I suggested the same thing. His problem is that the angels would eventually get big enough to eat the rasboras.


----------



## guppyart (Jan 22, 2005)

yup and sadly discus would get to large for a 40g breeder or else I would go with 3-4 discus as they would match the tank once its done more.

I am toying with the idea of getting some kind of plant that grows out of the tank and doing that effect possibly as well while modding the way my light hangs to encompass that effect.
I may yet put angels in as I have a source for a few young ones so I could always just switch angels out as they get to large haha.


----------



## Blue Cray (Oct 19, 2007)

Tallonebball said:


> Angels would look really good in that tank, not too many though, maybe 2


I'd have to disagree the tank is very shallow only 13" deep not too ideal for angels. I would use it as a growout for them though.


----------



## emc7 (Jul 23, 2005)

Blue Gularis Killifish (Fundulopanchax sjostedti)???


----------



## guppyart (Jan 22, 2005)

that could yet be an option.
I am going to go and do a bit of shopping tomorrow and poke around the local stores and forum to see what I can get my hands on.
Currently I am looking at picking up another 5-7 emerald eye rasboras and if I can find more hengels another 4.
after that I have thought about a school of 10-15 ember tetras, a school of 10 or so cories. and then that would be it till I find a center piece fish.
One idea that has passed through my mind would be a ram or apisto pair/trio.
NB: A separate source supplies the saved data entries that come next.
fn run_bench(bench: Bench, ctx: &Ctx) -> Result<()> {
    let result = match bench {
        Bench::Intake => intake(ctx)?,
        Bench::Compare => diff(ctx)?,
        Bench::Ops => ops(ctx)?,
        Bench::Trace => trace_bench(ctx)?,
        Bench::Reproduce => replay_bench(ctx)?,
        Bench::Commit => commit_bench(ctx)?,
        Bench::Shared => shared_bench(ctx)?,
        Bench::BucketTrace => bucket_trace_bench(ctx)?,
    };
    fs::create_dir_all(&ctx.results_dir)
        .with_context(|| format!("creating {}", ctx.results_dir.display()))?;
    let out = ctx.results_dir.join(format!("{}.json", bench.name()));
    fs::write(&out, serde_json::to_string_pretty(&result)? + "\n")
        .with_context(|| format!("writing {}", out.display()))?;
    println!("results written to {}", out.display());
    Ok(())
}

// ---------------------------------------------------------------------------------------------
// Setting up

fn context(cli: &Cli) -> Result<Ctx> {
    let bench_exe = std::env::current_exe().context("finding this example's own path")?;
    // target/release/examples/bench -> target/release -> target
    let profile_dir = bench_exe.parent().and_then(Path::parent).ok_or_else(|| {
        anyhow!(
            "unexpected location of the example: {}",
            bench_exe.display()
        )
    })?;
    let target = profile_dir.parent().ok_or_else(|| {
        anyhow!(
            "unexpected location of the example: {}",
            bench_exe.display()
        )
    })?;
    let sluice = profile_dir.join("sluice");
    build_binary(profile_dir)?;
    if !sluice.is_file() {
        bail!(
            "{} is missing: the benchmark runs the real release binary. Run `cargo build --release` first, then this again.",
            sluice.display()
        );
    }
    check_fresh(&sluice)?;
    let rows = match (&cli.rows, cli.quick) {
        (Some(r), _) => Some(r.clone()),
        (None, true) => Some(QUICK_ROWS.to_vec()),
        (None, false) => None,
    };
    let tmp_dir = target.join("bench-tmp");
    if tmp_dir.exists() {
        fs::remove_dir_all(&tmp_dir)
            .with_context(|| format!("removing the leftovers in {}", tmp_dir.display()))?;
    }
    Ok(Ctx {
        sluice,
        data_dir: target.join("bench-data"),
        tmp_dir,
        results_dir: target.join("bench-results"),
        rows,
        runs: cli.runs,
        bench_exe,
        keep_stores: cli.keep_stores,
    })
}
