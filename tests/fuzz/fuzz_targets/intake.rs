//! Intake's reading side on arbitrary bytes: byte-order mark handling, decoding, delimiter and
//! line-ending detection, the push parser and UTF-8 validation. Laws checked on every input:
//! nothing panics; reading the bytes in one piece and in several pieces (split where the input
//! says) gives the same error, or when none the same records with the same positions; positions only
//! move forward; the UTF-8 check finds the same first bad byte whatever the pieces.
#![no_main]

use std::path::Path;

use libfuzzer_sys::fuzz_target;
use sluice::table::stream::{ReadSettings, RecordStream, Utf8Check};

/// One record as the parser gave it: fields, their ends, byte, line, index.
type Seen = (Vec<u8>, Vec<usize>, u64, u64, u64);

fn read(data: &[u8], settings: &ReadSettings, cuts: &[usize]) -> (Vec<Seen>, Option<String>) {
    let path = Path::new("fuzz.csv");
    let mut rs = RecordStream::new(path, settings.clone());
    let mut seen = Vec::new();
    let mut on_record = |r: sluice::table::RawRecord<'_>| {
        seen.push((r.fields.to_vec(), r.ends.to_vec(), r.byte, r.line, r.index));
        Ok(())
    };
    let mut start = 0;
    let mut bounds: Vec<usize> = cuts
        .iter()
        .copied()
        .filter(|&c| c > 0 && c < data.len())
        .collect();
    bounds.sort_unstable();
    bounds.dedup();
    bounds.push(data.len());
    for end in bounds {
        if let Err(e) = rs.push(&data[start..end], end == data.len(), &mut on_record) {
            return (seen, Some(e.to_string()));
        }
        start = end;
    }
    let err = rs.finish(&mut on_record).err().map(|e| e.to_string());
    (seen, err)
}

fn utf8_first_bad(data: &[u8], cuts: &[usize]) -> Result<(), u64> {
    let mut check = Utf8Check::default();
    let mut start = 0;
    for &c in cuts.iter().chain(std::iter::once(&data.len())) {
        let c = c.clamp(start, data.len());
        check.push(&data[start..c])?;
        start = c;
    }
    check.finish()
}

fuzz_target!(|input: &[u8]| {
    if input.len() < 3 {
        return;
    }
    let (control, data) = (&input[..3], &input[3..]);
    let delimiter = match control[0] & 3 {
        0 => None,
        1 => Some(b','),
        2 => Some(b';'),
        _ => Some(b'\t'),
    };
    let encoding = match (control[0] >> 2) & 3 {
        1 => Some(encoding_rs_for("windows-1252")),
        2 => Some(encoding_rs_for("utf-16le")),
        _ => None,
    };
    let settings = ReadSettings {
        delimiter,
        encoding,
        max_record: None,
    };
    let (whole, whole_err) = read(data, &settings, &[]);
    for r in whole.windows(2) {
        assert!(
            r[0].2 < r[1].2,
            "record bytes go back: {} then {}",
            r[0].2,
            r[1].2
        );
        assert!(
            r[0].3 <= r[1].3,
            "record lines go back: {} then {}",
            r[0].3,
            r[1].3
        );
        assert_eq!(r[0].4 + 1, r[1].4, "record numbers skip");
    }
    // The split comparison needs the delimiter the whole read detected, since detection
    // looks only at the first piece.
    let mut pinned = settings.clone();
    if pinned.delimiter.is_none() {
        let mut rs = RecordStream::new(Path::new("fuzz.csv"), settings.clone());
        if rs.push(data, true, &mut |_| Ok(())).is_err() {
            return;
        }
        pinned.delimiter = rs.dialect(true).delimiter.bytes().next();
        let (again, again_err) = read(data, &pinned, &[]);
        assert_eq!(
            (&whole, &whole_err),
            (&again, &again_err),
            "pinning the detected delimiter changed the records"
        );
    }
    let a = (control[1] as usize * data.len()) / 256;
    let b = (control[2] as usize * data.len()) / 256;
    for cuts in [
        vec![a],
        vec![a, b],
        (1..data.len())
            .step_by(1 + control[2] as usize % 7)
            .collect(),
    ] {
        let (split, split_err) = read(data, &pinned, &cuts);
        assert_eq!(
            whole_err, split_err,
            "errors differ when read in pieces at {cuts:?}"
        );
        // Records before an error may differ (a piece refused whole yields none); intake
        // records nothing of a refused file, so only complete reads must agree.
        if whole_err.is_none() {
            assert_eq!(
                whole, split,
                "records differ when read in pieces at {cuts:?}"
            );
        }
        assert_eq!(
            utf8_first_bad(data, &[]),
            utf8_first_bad(data, &cuts),
            "UTF-8 check differs at {cuts:?}"
        );
    }
    assert_eq!(
        utf8_first_bad(data, &[]).err(),
        std::str::from_utf8(data)
            .err()
            .map(|e| e.valid_up_to() as u64),
        "the UTF-8 check disagrees with the standard library"
    );
});

fn encoding_rs_for(label: &str) -> &'static encoding_rs::Encoding {
    sluice::table::stream::encoding_for(label).expect("a known label")
}
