#[cfg(test)]
mod tests {
    use super::*;

    #[test]
    fn timestamps_keep_their_unit() {
        // 1,000,000,000 seconds after the epoch is 2001-09-09T01:46:40Z (common practice).
        assert_eq!(
            timestamp_text(1_000_000_000_123, &TimeUnit::Millisecond, true),
            "2001-09-09T01:46:40.123Z"
        );
        assert_eq!(
            timestamp_text(-1, &TimeUnit::Microsecond, false),
            "1969-12-31T23:59:59.999999"
        );
        assert_eq!(duration_text(-1_500, &TimeUnit::Millisecond), "-PT1.500S");
    }

    /// An Arrow IPC file of `rows` rows repeating one value of `width` bytes.
    fn repeated(rows: usize, width: usize) -> Vec<u8> {
        use arrow_array::{ArrayRef, StringArray};
        let value = "x".repeat(width);
        let col: ArrayRef = std::sync::Arc::new(StringArray::from(vec![value.as_str(); rows]));
        let batch = RecordBatch::try_from_iter([("note", col)]).unwrap();
        let mut out = Vec::new();
        let mut w = arrow_ipc::writer::FileWriter::try_new(&mut out, &batch.schema()).unwrap();
        w.write(&batch).unwrap();
        w.finish().unwrap();
        drop(w);
        out
    }

    #[test]
    fn a_table_that_grows_past_the_bound_as_text_is_refused() {
        let bytes = repeated(1000, 1000);
        let path = Path::new("notes.arrow");
        // 1000 cells of 1000 bytes: 1,000,000 bytes of text and the cells' own size.
        let whole = 1000 * (1000 + CELL_OVERHEAD);
        let t = read_ipc(&bytes, path, whole).expect("exactly at the bound is accepted");
        assert_eq!((t.rows.len(), t.held_bytes), (1000, whole));
        let e = read_ipc(&bytes, path, whole - 1).unwrap_err().to_string();
        assert!(e.contains("grows past") && e.contains("\"note\""), "{e}");
    }

    #[test]
    fn rows_find_their_group() {
        assert_eq!(group_of(&[3, 2], 0), Some((0, 0)));
        assert_eq!(group_of(&[3, 2], 3), Some((1, 0)));
        assert_eq!(group_of(&[3, 2], 5), None);
    }
}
along with I am looking to find myself some more plants. a moss or 2 to start covering the driftwood with. Some anubias for tucking into spots. possibly some ludwigia and rotala's.
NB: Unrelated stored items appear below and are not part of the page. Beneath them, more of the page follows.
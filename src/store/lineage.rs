//! The lineage database: opening it (SQLite in the store folder, or PostgreSQL on a server,
//! behind [`super::backend::Database`]), applying the backend's migrations, the write
//! transaction every command goes through, and the queries the rest of the engine asks. All
//! SQL in sluice is here, in [`super::audit`] and in the backends, and every value reaches the
//! database as a bound parameter, never spliced into SQL text.

use std::path::Path;

use serde_json::Value;

use super::audit::{Key, RowSalts, Selector};
use super::backend::{self, Database, Kind, Row};
use super::pg::Pg;
use super::sqlite::Sqlite;
use crate::error::{Error, ErrorKind, Result};
use crate::model::{
    canonical_json, Agent, AuditEntry, CellChange, ColumnProfile, Dataset, Dialect, Drop,
    Endorsement, LineageKind, Meaning, RowRun, SourceFile, Step, StepKind, Storage, Version,
};
use crate::vals;

/// The objects that only recomputable versions name (their bytes or row index).
const UNSTORED_OBJECTS: &str = "SELECT o.hash FROM objects o
     WHERE EXISTS (SELECT 1 FROM versions v WHERE v.hash = o.hash OR v.row_index = o.hash)
       AND NOT EXISTS (SELECT 1 FROM versions v WHERE (v.hash = o.hash OR v.row_index = o.hash)
                       AND (v.storage IS NULL OR v.storage <> 'recomputable'))";

/// The schema version this build writes (the SQLite migrations' last; a server's schema is
/// kept at the same number).
pub const SCHEMA_VERSION: i64 = super::sqlite::MIGRATIONS[super::sqlite::MIGRATIONS.len() - 1].0;

pub struct Lineage {
    pub(super) db: Box<dyn Database>,
}

fn u(v: i64) -> u64 {
    v as u64
}
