fn blank_keys(v: &Version, key: &[String], s: &Scan) -> Result<()> {
    if s.n_blank == 0 {
        return Ok(());
    }
    let rows: Vec<String> = s.blank.iter().map(|r| (r + 1).to_string()).collect();
    let more = s.n_blank.saturating_sub(s.blank.len() as u64);
    Err(Error::usage(format!(
        "{}: blank key {} in {} data row{} ({}{}); a diff by key needs a value in every row: \
         pass --key with other columns",
        v.label(),
        key.join(", "),
        s.n_blank,
        if s.n_blank == 1 { "" } else { "s" },
        rows.join(", "),
        if more > 0 {
            format!(" and {more} more")
        } else {
            String::new()
        }
    )))
}

/// The key hashes that two or more rows of `v` share with equal key values, with those values
/// (sorted by hash); `None` when two different keys share a hash (a collision: try another
/// seed).
fn duplicate_keys(
    store: &Store,
    v: &Version,
    kcols: &[usize],
    s: &Scan,
) -> Result<Option<KeyTexts>> {
    let mut suspects: Vec<(u64, u64)> = Vec::new();
    for w in s.keys.parts().iter().flat_map(|p| p.windows(2)) {
        if w[0].0 == w[1].0 {
            suspects.push((w[0].1, w[0].0));
            suspects.push((w[1].1, w[1].0));
        }
    }
    if suspects.is_empty() {
        return Ok(Some(Vec::new()));
    }
    suspects.sort_unstable();
    suspects.dedup();
    // Read the suspects' key values: (hash, values), in row order.
    let mut found: Vec<(u64, Vec<Vec<u8>>)> = Vec::with_capacity(suspects.len());
    let mut next = 0usize;
    each_row(&store.objects, v, |row, r| {
        if next < suspects.len() && suspects[next].0 == row {
            found.push((
                suspects[next].1,
                kcols.iter().map(|&c| r.field(c).to_vec()).collect(),
            ));
            next += 1;
        }
        Ok(())
    })?;
    found.sort();
    found.dedup();
    let mut out: Vec<(u64, Vec<String>)> = Vec::new();
    for w in found.windows(2) {
        if w[0].0 == w[1].0 {
            // Two different key values under one hash.
            return Ok(None);
        }
    }
    for (h, values) in found {
        out.push((
            h,
            values
                .iter()
                .map(|f| String::from_utf8_lossy(f).into_owned())
                .collect(),
        ));
    }
    Ok(Some(out))
}

#[cfg(test)]
mod tests {
    use super::*;
    use proptest::prelude::*;

    fn parts_of(pairs: &[(u64, u64)], bits: u32) -> KeyParts {
        let mut k = KeyParts::new(bits, pairs.len());
        for &(h, r) in pairs {
            k.push(h, r);
        }
        k.sort();
        k
    }

    proptest! {
        /// Walking the two halves of the parts at once and putting them together is the walk
        /// of all of them: the same pairs, removed and added rows, and groups of shared keys.
        #[test]
        fn the_halves_walked_at_once_are_the_whole_walk(
            a in proptest::collection::vec((0u64..40, 0u64..1000), 0..300),
            b in proptest::collection::vec((0u64..40, 0u64..1000), 0..300),
            bits in 0u32..4,
        ) {
            // Hashes spread over the whole range, so that every part gets some; few distinct
            // ones, so that keys repeat within and across the sides.
            let spread = |v: &[(u64, u64)]| -> Vec<(u64, u64)> {
                v.iter()
                    .enumerate()
                    .map(|(row, &(h, _))| (h.wrapping_mul(0x9e37_79b9_7f4a_7c15), row as u64))
                    .collect()
            };
            let (ka, kb) = (parts_of(&spread(&a), bits), parts_of(&spread(&b), bits));
            let texts: KeyTexts = Vec::new();
            let whole = walk(ka.parts(), kb.parts(), None, &texts);
            let halves = walk_halves(ka.parts(), kb.parts(), None, &texts).unwrap();
            prop_assert_eq!(&whole.pairs, &halves.pairs);
            prop_assert_eq!(&whole.removed, &halves.removed);
            prop_assert_eq!(&whole.added, &halves.added);
            prop_assert_eq!(format!("{:?}", whole.dups), format!("{:?}", halves.dups));
        }
    }
}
I have noticed that one quite a few super heavily planted tanks it seems when fish breed a couple fry seem to survive the adults haha.
kind of want to achieve that on the 40g possibly.
My 10gallon american flagfish tank actually has a few fry that have somehow eluded my male 0_o quite an impressive ability from how he hunts for food and patrols the tank haha.
I will try and snap a few pics tonight or tomorrow of the tank with more details pending what I buy as well haha.


----------



## guppyart (Jan 22, 2005)

I picked up 5 more emerald eye rasboras to beef that school up to 8 as well for the moment.
here is a random swordtail pic as well.


----------